**Work order:** Check every line of the material below for the string "areas". State how many lines have it.

*** Begin section ***

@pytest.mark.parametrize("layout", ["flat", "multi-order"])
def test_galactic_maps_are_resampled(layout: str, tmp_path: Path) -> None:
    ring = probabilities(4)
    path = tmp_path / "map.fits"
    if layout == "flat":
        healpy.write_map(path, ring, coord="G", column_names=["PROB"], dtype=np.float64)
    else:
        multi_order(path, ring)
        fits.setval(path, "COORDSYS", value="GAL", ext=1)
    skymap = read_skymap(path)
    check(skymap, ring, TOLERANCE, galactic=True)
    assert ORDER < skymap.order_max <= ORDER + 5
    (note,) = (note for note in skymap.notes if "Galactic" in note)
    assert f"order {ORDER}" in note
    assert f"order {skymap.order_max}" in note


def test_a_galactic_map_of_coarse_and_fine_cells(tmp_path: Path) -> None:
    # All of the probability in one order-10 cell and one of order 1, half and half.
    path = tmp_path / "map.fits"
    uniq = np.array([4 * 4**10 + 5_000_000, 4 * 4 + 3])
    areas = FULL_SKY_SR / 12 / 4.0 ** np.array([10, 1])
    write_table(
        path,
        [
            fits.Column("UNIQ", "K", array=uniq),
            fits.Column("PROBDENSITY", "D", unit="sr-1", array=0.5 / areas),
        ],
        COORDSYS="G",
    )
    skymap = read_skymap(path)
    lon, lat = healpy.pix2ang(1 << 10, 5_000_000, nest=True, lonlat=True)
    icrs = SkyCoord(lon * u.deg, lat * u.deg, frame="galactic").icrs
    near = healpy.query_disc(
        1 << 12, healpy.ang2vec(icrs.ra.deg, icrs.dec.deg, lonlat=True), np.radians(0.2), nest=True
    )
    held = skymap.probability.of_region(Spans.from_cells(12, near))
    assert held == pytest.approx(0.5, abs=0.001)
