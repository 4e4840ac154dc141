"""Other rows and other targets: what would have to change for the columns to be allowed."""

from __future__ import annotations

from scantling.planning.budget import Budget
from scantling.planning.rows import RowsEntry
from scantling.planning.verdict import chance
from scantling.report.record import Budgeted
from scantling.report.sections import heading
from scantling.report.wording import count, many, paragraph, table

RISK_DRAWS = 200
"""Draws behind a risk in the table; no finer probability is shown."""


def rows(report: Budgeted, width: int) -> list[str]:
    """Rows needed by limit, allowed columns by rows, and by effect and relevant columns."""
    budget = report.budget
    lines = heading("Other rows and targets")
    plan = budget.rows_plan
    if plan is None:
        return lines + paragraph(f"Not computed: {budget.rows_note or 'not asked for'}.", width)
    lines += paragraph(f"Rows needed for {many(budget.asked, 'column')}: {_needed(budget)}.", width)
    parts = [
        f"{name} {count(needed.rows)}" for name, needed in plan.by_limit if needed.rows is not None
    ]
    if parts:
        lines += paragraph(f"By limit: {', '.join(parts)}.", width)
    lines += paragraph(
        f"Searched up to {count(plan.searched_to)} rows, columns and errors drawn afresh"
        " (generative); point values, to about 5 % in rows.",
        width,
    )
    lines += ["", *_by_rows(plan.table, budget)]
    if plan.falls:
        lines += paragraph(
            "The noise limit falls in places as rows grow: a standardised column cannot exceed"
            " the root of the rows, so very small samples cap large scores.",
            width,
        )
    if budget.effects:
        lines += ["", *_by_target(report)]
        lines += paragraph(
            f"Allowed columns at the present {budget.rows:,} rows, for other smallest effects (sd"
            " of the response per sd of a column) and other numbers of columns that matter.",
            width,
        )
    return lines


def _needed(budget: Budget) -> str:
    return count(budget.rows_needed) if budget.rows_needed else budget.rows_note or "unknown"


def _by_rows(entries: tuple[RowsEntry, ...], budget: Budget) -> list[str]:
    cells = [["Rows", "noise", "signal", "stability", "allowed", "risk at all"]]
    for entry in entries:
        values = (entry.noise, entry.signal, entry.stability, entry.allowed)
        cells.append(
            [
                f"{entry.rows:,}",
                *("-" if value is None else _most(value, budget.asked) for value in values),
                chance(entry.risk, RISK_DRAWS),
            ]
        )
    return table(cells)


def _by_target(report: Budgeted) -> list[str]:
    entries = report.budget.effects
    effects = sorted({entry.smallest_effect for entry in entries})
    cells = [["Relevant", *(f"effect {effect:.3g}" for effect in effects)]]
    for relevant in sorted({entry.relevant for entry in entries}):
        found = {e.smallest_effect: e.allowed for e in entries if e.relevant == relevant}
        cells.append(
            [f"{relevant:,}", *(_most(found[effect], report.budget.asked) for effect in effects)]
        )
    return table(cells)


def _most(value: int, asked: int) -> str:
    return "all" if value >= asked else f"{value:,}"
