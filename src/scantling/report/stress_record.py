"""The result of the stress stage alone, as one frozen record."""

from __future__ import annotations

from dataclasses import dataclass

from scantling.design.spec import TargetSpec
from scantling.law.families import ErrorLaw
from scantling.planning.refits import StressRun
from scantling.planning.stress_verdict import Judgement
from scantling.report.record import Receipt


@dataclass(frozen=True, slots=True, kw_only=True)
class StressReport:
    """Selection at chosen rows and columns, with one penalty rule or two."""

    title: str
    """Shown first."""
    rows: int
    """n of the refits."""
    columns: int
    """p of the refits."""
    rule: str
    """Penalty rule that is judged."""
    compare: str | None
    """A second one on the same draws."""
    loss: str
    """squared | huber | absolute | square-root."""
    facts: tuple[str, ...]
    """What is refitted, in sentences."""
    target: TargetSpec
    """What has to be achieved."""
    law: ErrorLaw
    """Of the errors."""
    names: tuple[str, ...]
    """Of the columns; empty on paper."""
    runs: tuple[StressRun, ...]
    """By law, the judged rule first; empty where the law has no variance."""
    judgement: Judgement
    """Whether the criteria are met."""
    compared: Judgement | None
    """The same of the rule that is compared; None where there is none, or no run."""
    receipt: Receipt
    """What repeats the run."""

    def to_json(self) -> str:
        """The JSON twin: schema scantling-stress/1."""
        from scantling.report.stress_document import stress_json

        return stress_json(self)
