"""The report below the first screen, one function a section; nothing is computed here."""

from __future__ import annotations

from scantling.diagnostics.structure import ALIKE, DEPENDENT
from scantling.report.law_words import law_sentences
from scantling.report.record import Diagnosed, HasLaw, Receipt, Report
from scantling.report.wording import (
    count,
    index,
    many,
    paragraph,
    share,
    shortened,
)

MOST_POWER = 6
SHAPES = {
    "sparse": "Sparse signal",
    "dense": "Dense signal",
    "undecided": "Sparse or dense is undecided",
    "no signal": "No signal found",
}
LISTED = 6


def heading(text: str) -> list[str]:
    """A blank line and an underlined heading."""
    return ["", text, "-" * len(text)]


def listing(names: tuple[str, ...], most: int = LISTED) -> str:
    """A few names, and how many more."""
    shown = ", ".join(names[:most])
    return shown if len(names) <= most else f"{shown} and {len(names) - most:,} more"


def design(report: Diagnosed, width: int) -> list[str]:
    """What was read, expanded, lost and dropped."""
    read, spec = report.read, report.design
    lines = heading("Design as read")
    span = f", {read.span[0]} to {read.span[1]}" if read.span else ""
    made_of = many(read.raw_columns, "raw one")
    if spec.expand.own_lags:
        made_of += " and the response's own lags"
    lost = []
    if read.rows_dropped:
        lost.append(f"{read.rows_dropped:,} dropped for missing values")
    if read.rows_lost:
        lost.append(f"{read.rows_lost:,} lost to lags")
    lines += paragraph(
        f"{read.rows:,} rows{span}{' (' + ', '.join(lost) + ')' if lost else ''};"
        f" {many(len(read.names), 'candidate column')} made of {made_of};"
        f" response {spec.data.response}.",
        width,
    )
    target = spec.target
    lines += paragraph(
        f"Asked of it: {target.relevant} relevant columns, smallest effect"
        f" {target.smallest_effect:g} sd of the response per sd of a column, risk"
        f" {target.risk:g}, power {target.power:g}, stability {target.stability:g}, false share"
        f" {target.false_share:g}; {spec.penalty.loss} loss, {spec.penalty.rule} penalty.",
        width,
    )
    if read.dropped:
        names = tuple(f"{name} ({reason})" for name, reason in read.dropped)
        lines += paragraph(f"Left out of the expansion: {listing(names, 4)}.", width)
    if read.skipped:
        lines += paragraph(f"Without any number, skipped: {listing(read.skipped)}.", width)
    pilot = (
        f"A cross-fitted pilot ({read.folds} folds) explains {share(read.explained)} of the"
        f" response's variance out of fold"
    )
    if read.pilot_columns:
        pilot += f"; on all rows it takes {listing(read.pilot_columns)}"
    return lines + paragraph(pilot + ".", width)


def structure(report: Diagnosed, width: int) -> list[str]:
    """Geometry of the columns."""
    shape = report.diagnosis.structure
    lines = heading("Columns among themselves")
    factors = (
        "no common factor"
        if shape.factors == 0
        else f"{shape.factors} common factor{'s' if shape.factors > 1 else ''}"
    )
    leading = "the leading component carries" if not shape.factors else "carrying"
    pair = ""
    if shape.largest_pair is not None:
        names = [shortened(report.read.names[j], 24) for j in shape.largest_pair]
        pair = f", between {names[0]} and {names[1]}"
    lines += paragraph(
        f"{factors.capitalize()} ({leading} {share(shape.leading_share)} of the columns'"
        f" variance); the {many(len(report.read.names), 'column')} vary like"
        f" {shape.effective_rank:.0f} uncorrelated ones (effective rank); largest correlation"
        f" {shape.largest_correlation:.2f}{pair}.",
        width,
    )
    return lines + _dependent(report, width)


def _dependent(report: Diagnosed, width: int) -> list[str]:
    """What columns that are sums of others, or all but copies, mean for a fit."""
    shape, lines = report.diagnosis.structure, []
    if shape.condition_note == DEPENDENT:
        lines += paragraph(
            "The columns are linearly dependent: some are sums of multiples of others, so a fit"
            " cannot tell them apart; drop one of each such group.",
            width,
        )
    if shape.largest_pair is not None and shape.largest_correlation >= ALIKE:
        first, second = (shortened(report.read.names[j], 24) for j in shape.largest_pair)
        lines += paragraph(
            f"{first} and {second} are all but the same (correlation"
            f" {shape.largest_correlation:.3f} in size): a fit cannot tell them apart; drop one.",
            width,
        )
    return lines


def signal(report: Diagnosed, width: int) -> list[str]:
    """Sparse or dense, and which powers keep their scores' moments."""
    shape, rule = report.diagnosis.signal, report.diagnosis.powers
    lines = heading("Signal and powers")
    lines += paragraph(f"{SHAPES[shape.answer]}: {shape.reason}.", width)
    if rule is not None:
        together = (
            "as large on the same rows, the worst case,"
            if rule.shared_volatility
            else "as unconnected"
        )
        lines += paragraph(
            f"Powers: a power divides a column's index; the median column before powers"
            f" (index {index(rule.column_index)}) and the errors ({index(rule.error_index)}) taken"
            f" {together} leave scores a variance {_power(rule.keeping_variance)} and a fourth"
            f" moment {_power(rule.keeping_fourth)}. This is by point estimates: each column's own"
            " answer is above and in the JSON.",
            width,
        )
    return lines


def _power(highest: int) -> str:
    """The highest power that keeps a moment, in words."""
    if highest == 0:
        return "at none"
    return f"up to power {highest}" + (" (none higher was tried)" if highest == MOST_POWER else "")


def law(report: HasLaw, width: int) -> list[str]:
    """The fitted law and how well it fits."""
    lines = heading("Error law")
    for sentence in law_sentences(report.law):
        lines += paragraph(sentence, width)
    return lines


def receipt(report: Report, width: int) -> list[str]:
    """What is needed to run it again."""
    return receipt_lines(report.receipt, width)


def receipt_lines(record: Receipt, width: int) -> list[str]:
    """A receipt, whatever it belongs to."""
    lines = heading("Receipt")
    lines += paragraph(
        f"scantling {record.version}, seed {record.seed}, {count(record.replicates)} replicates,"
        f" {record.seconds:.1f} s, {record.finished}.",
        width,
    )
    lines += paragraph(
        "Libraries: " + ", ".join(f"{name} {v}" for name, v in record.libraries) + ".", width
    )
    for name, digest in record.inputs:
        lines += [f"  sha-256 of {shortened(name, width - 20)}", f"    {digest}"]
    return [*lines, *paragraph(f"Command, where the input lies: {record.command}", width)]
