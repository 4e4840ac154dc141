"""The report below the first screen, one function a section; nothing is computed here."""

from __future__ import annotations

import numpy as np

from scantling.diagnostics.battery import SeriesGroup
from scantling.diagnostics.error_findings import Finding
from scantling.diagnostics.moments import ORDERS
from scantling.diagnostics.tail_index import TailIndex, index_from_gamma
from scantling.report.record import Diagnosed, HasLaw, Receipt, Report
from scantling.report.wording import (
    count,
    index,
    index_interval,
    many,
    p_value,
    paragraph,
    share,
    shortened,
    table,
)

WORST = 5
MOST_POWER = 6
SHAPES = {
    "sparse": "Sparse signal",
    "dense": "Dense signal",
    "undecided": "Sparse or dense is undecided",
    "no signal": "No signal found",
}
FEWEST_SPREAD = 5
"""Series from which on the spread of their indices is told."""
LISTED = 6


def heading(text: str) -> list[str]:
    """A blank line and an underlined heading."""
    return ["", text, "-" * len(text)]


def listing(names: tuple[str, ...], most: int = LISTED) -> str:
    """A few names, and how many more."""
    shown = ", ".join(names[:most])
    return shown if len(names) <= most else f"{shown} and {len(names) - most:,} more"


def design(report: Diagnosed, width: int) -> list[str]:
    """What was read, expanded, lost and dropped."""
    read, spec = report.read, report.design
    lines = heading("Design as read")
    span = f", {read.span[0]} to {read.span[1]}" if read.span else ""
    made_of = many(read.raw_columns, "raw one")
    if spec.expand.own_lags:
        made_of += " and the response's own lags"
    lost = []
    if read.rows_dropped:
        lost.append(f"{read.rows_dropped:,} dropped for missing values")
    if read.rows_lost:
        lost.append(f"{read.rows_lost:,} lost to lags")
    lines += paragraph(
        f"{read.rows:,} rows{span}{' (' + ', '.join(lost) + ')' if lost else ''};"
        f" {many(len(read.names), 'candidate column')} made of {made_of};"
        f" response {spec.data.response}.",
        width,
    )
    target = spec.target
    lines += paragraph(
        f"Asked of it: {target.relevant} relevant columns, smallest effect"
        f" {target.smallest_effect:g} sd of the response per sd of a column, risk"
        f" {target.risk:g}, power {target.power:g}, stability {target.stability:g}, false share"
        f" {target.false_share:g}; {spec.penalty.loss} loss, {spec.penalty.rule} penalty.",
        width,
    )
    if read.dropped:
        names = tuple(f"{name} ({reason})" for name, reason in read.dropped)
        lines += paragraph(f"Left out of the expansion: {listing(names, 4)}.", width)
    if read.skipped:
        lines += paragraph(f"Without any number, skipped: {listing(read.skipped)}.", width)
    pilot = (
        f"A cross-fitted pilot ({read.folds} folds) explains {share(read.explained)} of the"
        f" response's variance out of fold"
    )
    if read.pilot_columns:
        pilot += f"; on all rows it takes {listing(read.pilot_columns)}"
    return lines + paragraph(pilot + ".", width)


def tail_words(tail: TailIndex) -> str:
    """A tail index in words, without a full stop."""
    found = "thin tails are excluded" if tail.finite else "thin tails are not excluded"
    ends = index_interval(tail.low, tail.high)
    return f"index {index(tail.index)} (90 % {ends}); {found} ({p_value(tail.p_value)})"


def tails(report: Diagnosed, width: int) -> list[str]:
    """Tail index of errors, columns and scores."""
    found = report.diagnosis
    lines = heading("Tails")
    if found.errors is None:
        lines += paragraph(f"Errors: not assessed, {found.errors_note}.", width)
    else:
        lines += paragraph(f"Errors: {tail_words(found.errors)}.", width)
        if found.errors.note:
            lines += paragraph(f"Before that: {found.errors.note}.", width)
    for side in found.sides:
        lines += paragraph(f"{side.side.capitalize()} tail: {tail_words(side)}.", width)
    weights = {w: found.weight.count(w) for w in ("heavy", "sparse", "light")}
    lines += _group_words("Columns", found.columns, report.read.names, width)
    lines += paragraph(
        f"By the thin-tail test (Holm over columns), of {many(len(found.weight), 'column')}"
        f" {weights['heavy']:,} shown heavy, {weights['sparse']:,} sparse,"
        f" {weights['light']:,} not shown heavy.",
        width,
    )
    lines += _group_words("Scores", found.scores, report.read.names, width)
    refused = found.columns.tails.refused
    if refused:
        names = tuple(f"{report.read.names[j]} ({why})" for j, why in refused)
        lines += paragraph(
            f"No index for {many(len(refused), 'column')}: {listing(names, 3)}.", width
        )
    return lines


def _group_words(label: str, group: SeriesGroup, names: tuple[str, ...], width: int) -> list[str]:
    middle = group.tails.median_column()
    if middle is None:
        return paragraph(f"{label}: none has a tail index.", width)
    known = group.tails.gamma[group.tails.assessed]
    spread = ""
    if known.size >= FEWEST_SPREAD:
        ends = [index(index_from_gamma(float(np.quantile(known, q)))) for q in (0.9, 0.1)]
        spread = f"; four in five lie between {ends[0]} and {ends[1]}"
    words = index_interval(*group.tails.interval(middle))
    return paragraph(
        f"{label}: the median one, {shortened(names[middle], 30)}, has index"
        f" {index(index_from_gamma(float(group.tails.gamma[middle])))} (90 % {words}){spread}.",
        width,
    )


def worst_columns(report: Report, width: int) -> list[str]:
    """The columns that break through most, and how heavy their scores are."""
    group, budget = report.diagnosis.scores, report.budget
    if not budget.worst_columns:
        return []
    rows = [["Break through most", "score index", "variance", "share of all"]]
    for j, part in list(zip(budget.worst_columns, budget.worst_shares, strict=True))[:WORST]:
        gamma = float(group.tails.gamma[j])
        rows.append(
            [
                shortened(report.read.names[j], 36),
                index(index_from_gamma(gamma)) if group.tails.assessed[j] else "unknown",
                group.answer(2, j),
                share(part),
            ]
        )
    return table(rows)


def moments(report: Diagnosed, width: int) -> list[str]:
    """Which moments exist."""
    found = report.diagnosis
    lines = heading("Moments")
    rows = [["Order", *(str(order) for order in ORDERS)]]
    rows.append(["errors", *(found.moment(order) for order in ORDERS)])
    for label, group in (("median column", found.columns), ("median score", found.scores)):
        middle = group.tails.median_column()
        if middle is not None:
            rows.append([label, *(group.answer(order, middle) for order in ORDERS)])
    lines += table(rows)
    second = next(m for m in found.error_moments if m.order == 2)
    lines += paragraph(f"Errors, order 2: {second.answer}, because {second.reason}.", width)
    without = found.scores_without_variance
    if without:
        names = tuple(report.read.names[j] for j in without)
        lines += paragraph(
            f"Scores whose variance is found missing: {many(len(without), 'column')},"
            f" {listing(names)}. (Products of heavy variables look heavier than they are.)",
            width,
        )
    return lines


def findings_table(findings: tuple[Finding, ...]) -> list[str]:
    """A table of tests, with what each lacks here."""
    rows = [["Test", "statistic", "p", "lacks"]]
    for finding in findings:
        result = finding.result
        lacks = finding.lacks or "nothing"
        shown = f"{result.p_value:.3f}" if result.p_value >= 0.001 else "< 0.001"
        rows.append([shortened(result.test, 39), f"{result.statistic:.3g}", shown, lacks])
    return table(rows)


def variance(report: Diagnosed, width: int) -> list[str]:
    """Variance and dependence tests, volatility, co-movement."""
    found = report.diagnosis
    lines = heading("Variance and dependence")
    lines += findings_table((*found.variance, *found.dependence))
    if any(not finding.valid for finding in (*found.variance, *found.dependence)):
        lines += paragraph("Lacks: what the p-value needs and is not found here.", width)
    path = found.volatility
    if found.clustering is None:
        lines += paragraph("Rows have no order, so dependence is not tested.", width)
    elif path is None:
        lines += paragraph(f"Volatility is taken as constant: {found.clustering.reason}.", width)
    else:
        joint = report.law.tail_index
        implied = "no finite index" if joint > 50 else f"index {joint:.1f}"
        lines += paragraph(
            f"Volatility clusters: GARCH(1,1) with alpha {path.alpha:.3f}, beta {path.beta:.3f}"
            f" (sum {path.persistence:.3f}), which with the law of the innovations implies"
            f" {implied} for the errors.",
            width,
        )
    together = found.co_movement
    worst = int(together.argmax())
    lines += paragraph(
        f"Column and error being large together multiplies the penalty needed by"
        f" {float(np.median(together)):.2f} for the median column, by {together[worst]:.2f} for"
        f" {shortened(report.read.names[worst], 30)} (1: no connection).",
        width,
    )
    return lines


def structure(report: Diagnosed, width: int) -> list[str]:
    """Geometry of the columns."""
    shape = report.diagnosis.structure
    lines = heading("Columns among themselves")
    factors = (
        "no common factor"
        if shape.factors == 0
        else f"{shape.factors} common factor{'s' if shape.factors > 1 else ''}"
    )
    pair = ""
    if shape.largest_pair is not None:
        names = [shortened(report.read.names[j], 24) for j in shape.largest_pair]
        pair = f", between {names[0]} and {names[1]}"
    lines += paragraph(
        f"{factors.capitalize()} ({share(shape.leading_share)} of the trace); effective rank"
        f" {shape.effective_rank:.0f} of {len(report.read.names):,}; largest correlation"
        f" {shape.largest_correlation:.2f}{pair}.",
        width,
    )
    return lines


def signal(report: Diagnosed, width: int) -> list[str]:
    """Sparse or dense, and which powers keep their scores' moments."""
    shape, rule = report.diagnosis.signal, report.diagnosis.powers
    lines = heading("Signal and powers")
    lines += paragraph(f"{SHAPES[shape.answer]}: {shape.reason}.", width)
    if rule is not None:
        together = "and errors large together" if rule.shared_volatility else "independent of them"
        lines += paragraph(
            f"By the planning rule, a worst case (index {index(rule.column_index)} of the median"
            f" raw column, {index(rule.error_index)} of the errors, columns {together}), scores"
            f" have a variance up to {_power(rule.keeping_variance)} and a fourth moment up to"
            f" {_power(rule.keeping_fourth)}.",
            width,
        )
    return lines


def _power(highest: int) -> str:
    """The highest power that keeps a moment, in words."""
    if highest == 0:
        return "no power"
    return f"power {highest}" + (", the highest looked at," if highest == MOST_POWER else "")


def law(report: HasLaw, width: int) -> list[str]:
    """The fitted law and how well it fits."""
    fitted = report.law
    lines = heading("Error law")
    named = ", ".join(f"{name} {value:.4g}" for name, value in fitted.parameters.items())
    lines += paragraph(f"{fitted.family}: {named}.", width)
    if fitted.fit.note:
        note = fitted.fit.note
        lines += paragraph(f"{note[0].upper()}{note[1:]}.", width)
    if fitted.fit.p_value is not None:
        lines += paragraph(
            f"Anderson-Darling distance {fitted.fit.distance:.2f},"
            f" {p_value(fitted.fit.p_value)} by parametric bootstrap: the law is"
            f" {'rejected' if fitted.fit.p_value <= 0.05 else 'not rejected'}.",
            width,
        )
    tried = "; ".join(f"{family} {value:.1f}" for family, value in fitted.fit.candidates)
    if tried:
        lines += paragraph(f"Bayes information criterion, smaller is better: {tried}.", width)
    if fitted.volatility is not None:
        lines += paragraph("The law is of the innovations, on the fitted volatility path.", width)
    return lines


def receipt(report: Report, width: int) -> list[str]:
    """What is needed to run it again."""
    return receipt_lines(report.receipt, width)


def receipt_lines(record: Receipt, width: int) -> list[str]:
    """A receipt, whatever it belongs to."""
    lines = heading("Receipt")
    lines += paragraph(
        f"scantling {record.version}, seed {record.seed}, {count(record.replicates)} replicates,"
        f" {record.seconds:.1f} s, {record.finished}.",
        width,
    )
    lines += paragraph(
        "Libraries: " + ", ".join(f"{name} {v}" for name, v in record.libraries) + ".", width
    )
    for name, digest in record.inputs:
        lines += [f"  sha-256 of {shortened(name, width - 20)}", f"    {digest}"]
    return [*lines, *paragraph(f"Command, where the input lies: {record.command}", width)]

*** End section ***

**Your solution:** 2